A less ambitious but still entertaining human-pixel ad comes from the Dutch retailer HEMA, which recruited 144 middle-school kids to form a kind of dot-matrix display in a schoolyard. The kids clap three-ring binders together over their heads, and as they do the colors of the notebook pages change, creating a montage of images. This ad also resorts to some CGI trickery, but it’s still awfully cool.

One human-pixel campaign actually predates the Beijing Games, which only goes to show the notion was in the creative air. Vaseline’s award-winning 2007 campaign “Sea of Skin” (BBH of New York) featured hundreds of nude men and women elegantly pantomiming the script: Your waterproof barrier . . . the voice-over says, with the cast bobbing slowly in a hot spring. A defense against disease . . . knots of people forming what look like pores opening and closing. How you feel the world . . . hundreds of hands waving frantically like excited nerve endings.

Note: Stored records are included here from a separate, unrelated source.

import { afterAll, beforeAll, describe, expect, it } from 'vitest';
import { browserSession } from '../helpers/browser-session';
import { newMappingInPage } from '../helpers/page-mapping';

// Partition values in the browser, through the real client, server, collab socket and MariaDB: an
// ionic bead shows "n/a (ionic)" in the bead table, the table shows both ΔG estimates side by side,
// the partition basis is a live setting of the mapping, a measured value with its source is entered
// in the inspector and wins, and the molecule page warns that a charged species' logP is not a
// partition value. The bead type library shows its "illustrative only" note once, above the table.

const session = browserSession();
beforeAll(() => session.open());
afterAll(() => session.close());

describe('partition values in the editor', () => {
  it('ionic bead, both ΔG columns, basis setting, measured value, molecule warning', async () => {
    const page = await session.signedIn('modeller@example.org', 'beadloom-demo');
    // Sodium butanoate: C1–C4, O5, O6⁻ (1-based), Na7⁺.
    const { moleculeId, mappingId, projectId } = await newMappingInPage(page, { molecule: 'Sodium butanoate', smiles: 'CCCC(=O)[O-].[Na+]', mapping: 'Salt', resolution: '3:1' });

    // The molecule page: the logP of a charged species carries its warning.
    await page.goto(`/molecules/${moleculeId}`);
    await page.getByRole('note').filter({ hasText: /charged species/ }).waitFor();

    await page.goto(`/mappings/${mappingId}`);
    await page.locator('[data-connection="live"]').waitFor();
    const table = page.getByRole('table', { name: 'Beads' });
    for (const header of ['ΔG from atom sum (kJ/mol)', 'ΔG from fragment (kJ/mol)', 'Measured ΔG (kJ/mol)', 'Size class (heavy atoms per bead)']) {
      await table.getByRole('columnheader', { name: header }).waitFor();
    }
    await page.getByText('logP is a 298 K quantity', { exact: false }).waitFor();

    // Na⁺ (index 6) as its own bead: ionic, no partition value.
    await page.locator('[data-atom="6"]').click();
    await page.keyboard.press('b');
    const na = page.getByRole('row', { name: 'Bead B1' });
    await expect.poll(async () => (await na.locator('[data-column="dg"]').textContent())?.trim(), { timeout: 15_000 }).toBe('n/a (ionic)');
    expect((await na.locator('[data-column="dg-fragment"]').textContent())?.trim()).toBe('n/a (ionic)');

    // The first three carbons as a neutral bead: both estimates are numbers.
    await page.locator('[data-atom="0"]').click();
    await page.locator('[data-atom="1"]').click({ modifiers: ['Shift'] });
    await page.locator('[data-atom="2"]').click({ modifiers: ['Shift'] });
    await page.keyboard.press('b');
    const tail = page.getByRole('row', { name: 'Bead B2' });
    await expect.poll(async () => (await tail.locator('[data-column="dg"]').textContent())?.trim(), { timeout: 15_000 }).toMatch(/^[+−]?\d+\.\d$/);
    await expect.poll(async () => (await tail.locator('[data-column="dg-fragment"]').textContent())?.trim(), { timeout: 15_000 }).toMatch(/^[+−]?\d+\.\d$/);
    await expect.poll(async () => (await tail.locator('[data-column="dg-used"]').textContent())?.trim(), { timeout: 15_000 }).toBe('fragment');

    // The basis setting: atom sum.
    await page.getByLabel('Partition basis of suggestions').selectOption('atoms');
    await expect.poll(async () => (await tail.locator('[data-column="dg-used"]').textContent())?.trim(), { timeout: 15_000 }).toBe('atom sum');

    // A measured value for the tail bead (active after it was made); a missing source is refused first.
    await tail.click();
    await page.getByLabel('Measured value', { exact: true }).fill('1.25');
    await page.getByRole('button', { name: 'Save measured value' }).click();
    await page.getByRole('alert').filter({ hasText: /source/ }).waitFor();
    await page.getByLabel('Source of the measured value').fill('invented for this test');
    await page.getByRole('button', { name: 'Save measured value' }).click();
    // 1.25 × 5.70803 kJ/mol = 7.135 (hand arithmetic; ln10 · R · 298.15 K).
    await expect.poll(async () => (await tail.locator('[data-column="dg-measured"]').textContent())?.trim(), { timeout: 15_000 }).toMatch(/^\+7\.1/);
    await expect.poll(async () => (await tail.locator('[data-column="dg-used"]').textContent())?.trim(), { timeout: 15_000 }).toBe('measured');

    // The demo library's note appears once, above its table, and no row repeats it.
    await page.goto(`/projects/${projectId}`);
    const note = page.getByRole('note').filter({ hasText: /Illustrative only/ });
    await note.waitFor();
    expect(await note.count()).toBe(1);
    expect(await page.getByRole('table', { name: 'Bead types' }).getByText(/Illustrative only/).count()).toBe(0);
    await page.getByRole('table', { name: 'Bead types' }).getByRole('columnheader', { name: 'Heavy atoms per bead' }).waitFor();
    expect(session.errors).toEqual([]);
  });
});
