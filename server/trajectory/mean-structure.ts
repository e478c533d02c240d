/**
 * The mean structure of one molecule over a trajectory: each frame's bead centres are moved to their
 * centroid and rotated onto a reference by the least-squares superposition of Horn (J. Opt. Soc. Am. A
 * 1987, 4, 629–642: the rotation is the unit quaternion that is the eigenvector of the largest
 * eigenvalue of a symmetric 4×4 matrix built from the correlation matrix), then averaged. Without the
 * superposition an average over a molecule that diffuses and tumbles would be meaningless. Two passes:
 * first onto frame 0, then onto the first pass's mean, so the result does not lean on one frame.
 * The frames must already be whole (analyse-frames.ts makes each copy whole before its centres).
 * An average of superposed frames is a little more compact than any frame where the molecule flexes
 * (fluctuations perpendicular to a bond shorten the mean bond); it is a starting structure, not a target.
 */

type Points = Float64Array; // n × 3

function centred(p: ArrayLike<number>, n: number): Points {
  const out = new Float64Array(3 * n);
  const c = [0, 0, 0];
  for (let i = 0; i < n; i++) for (let d = 0; d < 3; d++) c[d] += p[3 * i + d] / n;
  for (let i = 0; i < n; i++) for (let d = 0; d < 3; d++) out[3 * i + d] = p[3 * i + d] - c[d];
  return out;
}

/** Eigenvector of the largest eigenvalue of a symmetric 4×4 matrix (cyclic Jacobi rotations). */
function topEigenvector(m: number[][]): number[] {
  const a = m.map((r) => [...r]);
  const v: number[][] = [0, 1, 2, 3].map((i) => [0, 1, 2, 3].map((j) => (i === j ? 1 : 0)));
  for (let sweep = 0; sweep < 50; sweep++) {
    let off = 0;
    for (let p = 0; p < 4; p++) for (let q = p + 1; q < 4; q++) off += a[p][q] * a[p][q];
    if (off < 1e-22) break;
    for (let p = 0; p < 4; p++) {
      for (let q = p + 1; q < 4; q++) {
        if (Math.abs(a[p][q]) < 1e-300) continue;
        const theta = (a[q][q] - a[p][p]) / (2 * a[p][q]);
        const t = Math.sign(theta || 1) / (Math.abs(theta) + Math.sqrt(theta * theta + 1));
        const c = 1 / Math.sqrt(t * t + 1);
        const s = t * c;
        for (let k = 0; k < 4; k++) {
          const akp = a[k][p];
          const akq = a[k][q];
          a[k][p] = c * akp - s * akq;
          a[k][q] = s * akp + c * akq;
        }
        for (let k = 0; k < 4; k++) {
          const apk = a[p][k];
          const aqk = a[q][k];
          a[p][k] = c * apk - s * aqk;
          a[q][k] = s * apk + c * aqk;
        }
        for (let k = 0; k < 4; k++) {
          const vkp = v[k][p];
          const vkq = v[k][q];
          v[k][p] = c * vkp - s * vkq;
          v[k][q] = s * vkp + c * vkq;
        }
      }
    }
  }
  let best = 0;
  for (let i = 1; i < 4; i++) if (a[i][i] > a[best][best]) best = i;
  return [0, 1, 2, 3].map((k) => v[k][best]);
}

/** `moving` (centred) rotated onto `target` (centred) in the least-squares sense. */
export function superpose(moving: Points, target: Points): Points {
  const n = moving.length / 3;
  const S = [0, 1, 2].map(() => [0, 0, 0]);
  for (let i = 0; i < n; i++) for (let r = 0; r < 3; r++) for (let c = 0; c < 3; c++) S[r][c] += moving[3 * i + r] * target[3 * i + c];
  const [[xx, xy, xz], [yx, yy, yz], [zx, zy, zz]] = S;
  const N = [
    [xx + yy + zz, yz - zy, zx - xz, xy - yx],
    [yz - zy, xx - yy - zz, xy + yx, zx + xz],
    [zx - xz, xy + yx, -xx + yy - zz, yz + zy],
    [xy - yx, zx + xz, yz + zy, -xx - yy + zz],
  ];
  const [w, x, y, z] = topEigenvector(N);
  const R = [
    [w * w + x * x - y * y - z * z, 2 * (x * y - w * z), 2 * (x * z + w * y)],
    [2 * (x * y + w * z), w * w - x * x + y * y - z * z, 2 * (y * z - w * x)],
    [2 * (x * z - w * y), 2 * (y * z + w * x), w * w - x * x - y * y + z * z],
  ];
  const out = new Float64Array(moving.length);
  for (let i = 0; i < n; i++) for (let r = 0; r < 3; r++) out[3 * i + r] = R[r][0] * moving[3 * i] + R[r][1] * moving[3 * i + 1] + R[r][2] * moving[3 * i + 2];
  return out;
}

/** Mean of `frames` (each n × 3, same units in and out), superposed as the header says; centred on the origin. */
export function meanStructure(frames: readonly ArrayLike<number>[], n: number): Points {
  if (frames.length === 0) throw new Error('A mean structure needs at least one frame.');
  const all = frames.map((f) => centred(f, n));
  const pass = (target: Points) => {
    const sum = new Float64Array(3 * n);
    for (const f of all) {
      const fit = n > 1 ? superpose(f, target) : f;
      for (let k = 0; k < sum.length; k++) sum[k] += fit[k] / all.length;
    }
    return centred(sum, n);
  };
  return pass(pass(all[0]));
}
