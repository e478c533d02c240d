import { afterAll, beforeAll, describe, expect, it } from 'vitest';
import type { Page } from 'playwright-core';
import type { Molecule } from '../../src/shared/chem';
import { browserSession } from '../helpers/browser-session';
import { addModeller } from '../helpers/second-modeller';

// Issue 4's browser test, through the real client, server, collab socket and MariaDB: two
// modellers (the demo's, and a second one the supervisor adds) edit one live mapping and each sees
// the other's bead appear with the server's numbers; a student watches live and cannot edit.

const PASSWORD = 'beadloom-demo';
const SECOND = { email: 'noor.halden@example.org', name: 'Noor Halden', password: 'second-modeller-pass-31' };
// IUPAC/CIAAW 2021 conventional atomic weights (from memory of the 2021 table).
const WEIGHT: Record<string, number> = { C: 12.011, H: 1.008, O: 15.999, N: 14.007 };

const session = browserSession();
const pageErrors = session.errors;
const signedIn = (email: string, password: string): Promise<Page> => session.signedIn(email, password);

const tag = (page: Page, name: string) => page.locator(`[data-bead-tag="${name}"]`);
const massOf = (page: Page, bead: string) => page.getByRole('row', { name: `Bead ${bead}` }).locator('[data-column="mass"]');

beforeAll(async () => {
  await session.open();
  await addModeller(session, SECOND);
});
afterAll(() => session.close());

describe('the live mapping editor', () => {
  it('lets two modellers co-edit while a student watches read-only', async () => {
    const first = await signedIn('modeller@example.org', PASSWORD);
    const second = await signedIn(SECOND.email, SECOND.password);
    const student = await signedIn('student@example.org', PASSWORD);

    const { mappingId, model } = await first.evaluate(async () => {
      const projects = await (await fetch('/api/projects')).json();
      const molecules = await (await fetch(`/api/projects/${projects[0].id}/molecules`)).json();
      const ibuprofen = molecules.find((m: { name: string }) => m.name === 'Ibuprofen');
      const mappings = await (await fetch(`/api/molecules/${ibuprofen.id}/mappings`)).json();
      const detail = await (await fetch(`/api/molecules/${ibuprofen.id}`)).json();
      return { mappingId: mappings[0].id as number, model: detail.model as Molecule };
    });

    for (const page of [first, second, student]) await page.goto(`/mappings/${mappingId}`);
    await first.locator('[data-connection="live"]').waitFor();
    await second.locator('[data-connection="live"]').waitFor();
    await student.locator('[data-connection="read-only"]').waitFor();
    const people = first.getByRole('list', { name: 'People in this mapping' });
    for (const name of [/Tomas Brenn \(you\)/, /Noor Halden/, /Lea Okafor/]) await people.getByRole('listitem', { name }).waitFor();

    // The first modeller takes atom 0 out of its bead and makes a bead of it alone.
    await first.locator('[data-atom="0"]').click();
    await first.keyboard.press('r');
    await first.keyboard.press('b');
    await tag(first, 'B1').waitFor();
    // The second modeller and the student see the bead appear, and the server's mass for it.
    const a0 = model.atoms[0];
    const expected = WEIGHT[a0.element] + a0.hydrogens * WEIGHT.H;
    for (const page of [second, student]) {
      await tag(page, 'B1').waitFor();
      await expect.poll(async () => Number(await massOf(page, 'B1').textContent()), { timeout: 10_000 }).toBeCloseTo(expected, 1);
    }

    // The second modeller does the same with atom 1; the first sees it.
    await second.locator('[data-atom="1"]').click();
    await second.keyboard.press('r');
    await second.keyboard.press('b');
    await tag(first, 'B2').waitFor();
    await expect.poll(async () => (await massOf(first, 'B2').textContent())?.trim(), { timeout: 10_000 }).toMatch(/^\d+\.\d\d$/);
    // Each sees the other's selection on the canvas.
    await first.locator('[data-peer-selected="1"]').waitFor();

    // The student sees all of it but cannot edit: no editing tools, and keys change nothing.
    await tag(student, 'B2').waitFor();
    await expect(student.getByRole('button', { name: /Make bead/ }).count()).resolves.toBe(0);
    const beadsBefore = await first.locator('[data-bead]').count();
    await student.locator('[data-atom="2"]').click();
    await student.keyboard.press('r');
    await student.keyboard.press('b');
    // Wait for an event, not for time: the student then selects atom 4. Keys and clicks are handled in
    // order, and the student's socket sends in order, so once the first modeller sees that selection,
    // any bead the keys had made would already be on both pages.
    await student.locator('[data-atom="4"]').click();
    await first.locator('[data-peer-selected="4"]').waitFor();
    expect(await student.locator('[data-bead]').count()).toBe(beadsBefore);
    expect(await first.locator('[data-bead]').count()).toBe(beadsBefore);

    // Undo is per person: the first modeller's undo removes B1 (its own), not B2.
    await first.locator('svg[role="application"]').focus();
    await first.keyboard.press('Control+z');
    await first.keyboard.press('Control+z');
    await tag(second, 'B1').waitFor({ state: 'detached' });
    await expect(tag(second, 'B2').count()).resolves.toBe(1);

    expect(pageErrors).toEqual([]);
  });
});
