import { afterAll, beforeAll, describe, expect, it } from 'vitest';
import type { Page, Request } from 'playwright-core';
import { browserSession } from '../helpers/browser-session';
import { firstMappingId } from '../helpers/demo-ids';

// The router-first client through the real server and Chromium: pages get their code as separate
// chunks (the sign-in page does not download the editor), loaders fill the cache before a page
// shows (the mapping page asks for its data together, not one read after another), a 404 from any
// loader lands on the one "Nothing here" boundary inside the shell, a signed-out deep link comes
// back after sign-in, and what a person may do comes from the shared rule table (a site admin who
// is not a member may start a mapping, as the server allows).

const PASSWORD = 'beadloom-demo';
const session = browserSession();

/** The paths of the JS files a page asked for while `run` ran. */
async function scriptsLoaded(page: Page, run: () => Promise<void>): Promise<string[]> {
  const seen: string[] = [];
  const onRequest = (r: Request) => void (r.resourceType() === 'script' && seen.push(new URL(r.url()).pathname));
  page.on('request', onRequest);
  try {
    await run();
  } finally {
    page.off('request', onRequest);
  }
  return seen;
}

beforeAll(() => session.open());
afterAll(() => session.close());

describe('the router-first client', () => {
  it('loads the sign-in page without the editor, and a signed-out deep link comes back after sign-in', async () => {
    const page = await (await session.context()).newPage();
    page.setDefaultTimeout(15_000);
    const signInScripts = await scriptsLoaded(page, async () => {
      await page.goto('/sign-in');
      await page.getByRole('button', { name: 'Sign in' }).waitFor();
    });
    expect(signInScripts.some((p) => /\/assets\/sign-in-[\w-]+\.js$/.test(p))).toBe(true);
    expect(signInScripts.filter((p) => /\/assets\/(mapping|bead-graph|new-molecule|rendered-comment-body|app-shell)-/.test(p))).toEqual([]);
    // The shared schema loads with the first check, not with the page; it still refuses before anything is sent.
    const validatorScripts = await scriptsLoaded(page, async () => {
      await page.getByRole('button', { name: 'Sign in' }).click();
      await page.getByText('Enter your password.').waitFor();
      await page.getByText('Enter a valid e-mail address.').waitFor();
    });
    expect(validatorScripts.length).toBeGreaterThan(0);
    expect(signInScripts.filter((p) => validatorScripts.includes(p))).toEqual([]);

    // A signed-out link to a mapping: sign-in first, then that mapping.
    const admin = await session.signedIn('admin@example.org', PASSWORD);
    const mappingId = await firstMappingId(admin);
    const editorScripts = await scriptsLoaded(page, async () => {
      await page.goto(`/mappings/${mappingId}?bead=x`);
      await page.waitForURL((url) => url.pathname === '/sign-in' && url.searchParams.get('next') === `/mappings/${mappingId}?bead=x`);
      await page.getByLabel('E-mail').fill('student@example.org');
      await page.getByLabel('Password', { exact: true }).fill(PASSWORD);
      await page.getByRole('button', { name: 'Sign in' }).click();
      await page.waitForURL((url) => url.pathname === `/mappings/${mappingId}`);
      await page.getByRole('navigation', { name: 'Breadcrumb' }).waitFor();
      await page.locator('[data-connection]').waitFor();
    });
    expect(editorScripts.some((p) => /\/assets\/mapping-[\w-]+\.js$/.test(p))).toBe(true);
  });

  it('asks for the mapping and the reads that need only its id together', async () => {
    const page = await session.signedIn('modeller@example.org', PASSWORD);
    const mappingId = await firstMappingId(page);
    const asked: { path: string; at: number }[] = [];
    let mappingAnsweredAt = Infinity;
    page.on('request', (r) => void (r.url().includes('/api/') && asked.push({ path: new URL(r.url()).pathname, at: Date.now() })));
    page.on('response', (r) => void (new URL(r.url()).pathname === `/api/mappings/${mappingId}` && (mappingAnsweredAt = Math.min(mappingAnsweredAt, Date.now()))));
    await page.goto(`/mappings/${mappingId}`);
    await page.locator('[data-connection="live"]').waitFor();

    const first = (path: string) => asked.find((a) => a.path === path)?.at ?? Infinity;
    expect(Number.isFinite(mappingAnsweredAt)).toBe(true);
    // Each asked once for the page, and before the mapping's own answer came back.
    for (const path of [`/api/mappings/${mappingId}/threads`, `/api/mappings/${mappingId}/versions`, `/api/mappings/${mappingId}/lock`]) {
      expect(first(path), path).toBeLessThanOrEqual(mappingAnsweredAt);
    }
    expect(asked.filter((a) => a.path === `/api/mappings/${mappingId}`)).toHaveLength(1);
  });

  it('shows "Nothing here" inside the shell for an unknown path, a bad id and an unknown record', async () => {
    const page = await session.signedIn('modeller@example.org', PASSWORD);
    for (const path of ['/no-such-page', '/mappings/not-a-number', '/mappings/999999', '/molecules/999999', '/projects/999999', '/admin/users']) {
      await page.goto(path);
      await page.getByRole('heading', { level: 1, name: 'Nothing here' }).waitFor();
      // Inside the shell: the signed-in header is still there.
      await expect(page.getByRole('navigation', { name: 'Main' }).count(), path).resolves.toBe(1);
    }
    // From there, the way back works without a page load.
    await page.getByRole('link', { name: 'Go to your projects' }).click();
    await page.getByRole('heading', { level: 1, name: 'Projects' }).waitFor();
  });

  it('lets a site admin who is not a member start a mapping, as the server does', async () => {
    const admin = await session.signedIn('admin@example.org', PASSWORD);
    const mappingId = await firstMappingId(admin);
    await admin.goto(`/mappings/${mappingId}`);
    const moleculeLink = admin.getByRole('navigation', { name: 'Breadcrumb' }).getByRole('link').nth(1);
    const moleculePath = await moleculeLink.getAttribute('href');
    await moleculeLink.click();
    await admin.getByRole('button', { name: 'Import a mapping…' }).waitFor();
    const form = admin.getByRole('form', { name: 'New mapping' });
    await form.getByLabel('Mapping name').fill('Admin draft');
    await form.getByRole('button', { name: 'Create and open' }).click();
    await admin.waitForURL(/\/mappings\/\d+$/);
    expect(Number(new URL(admin.url()).pathname.split('/').pop())).not.toBe(mappingId);
    await admin.getByRole('heading', { level: 1, name: 'Admin draft' }).waitFor();

    // A student of the same project does not get the form.
    const student = await session.signedIn('student@example.org', PASSWORD);
    await student.goto(moleculePath!);
    await student.getByRole('heading', { level: 2, name: 'Mappings' }).waitFor();
    await expect(student.getByRole('form', { name: 'New mapping' }).count()).resolves.toBe(0);
    await expect(student.getByRole('button', { name: 'Import a mapping…' }).count()).resolves.toBe(0);
  });

  it('reports no page errors beyond the deliberate 401 and 404 answers', () => {
    const expected = /Failed to load resource: the server responded with a status of (401|404)/;
    expect(session.errors.filter((e) => !expected.test(e))).toEqual([]);
  });
});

There’s so much of this stuff out there that the human-pixel phenomenon has to be satisfying some urge. In the land of e pluribus unum, there’s not much unum to go around, alas. We are stratified, isolated and atomized about every way people can be alienated from one another, and live among waves of low-grade chaos.

Perhaps these ads simply hold out a kind of promise: It would be nice if we could synchronize ourselves, even for just one day.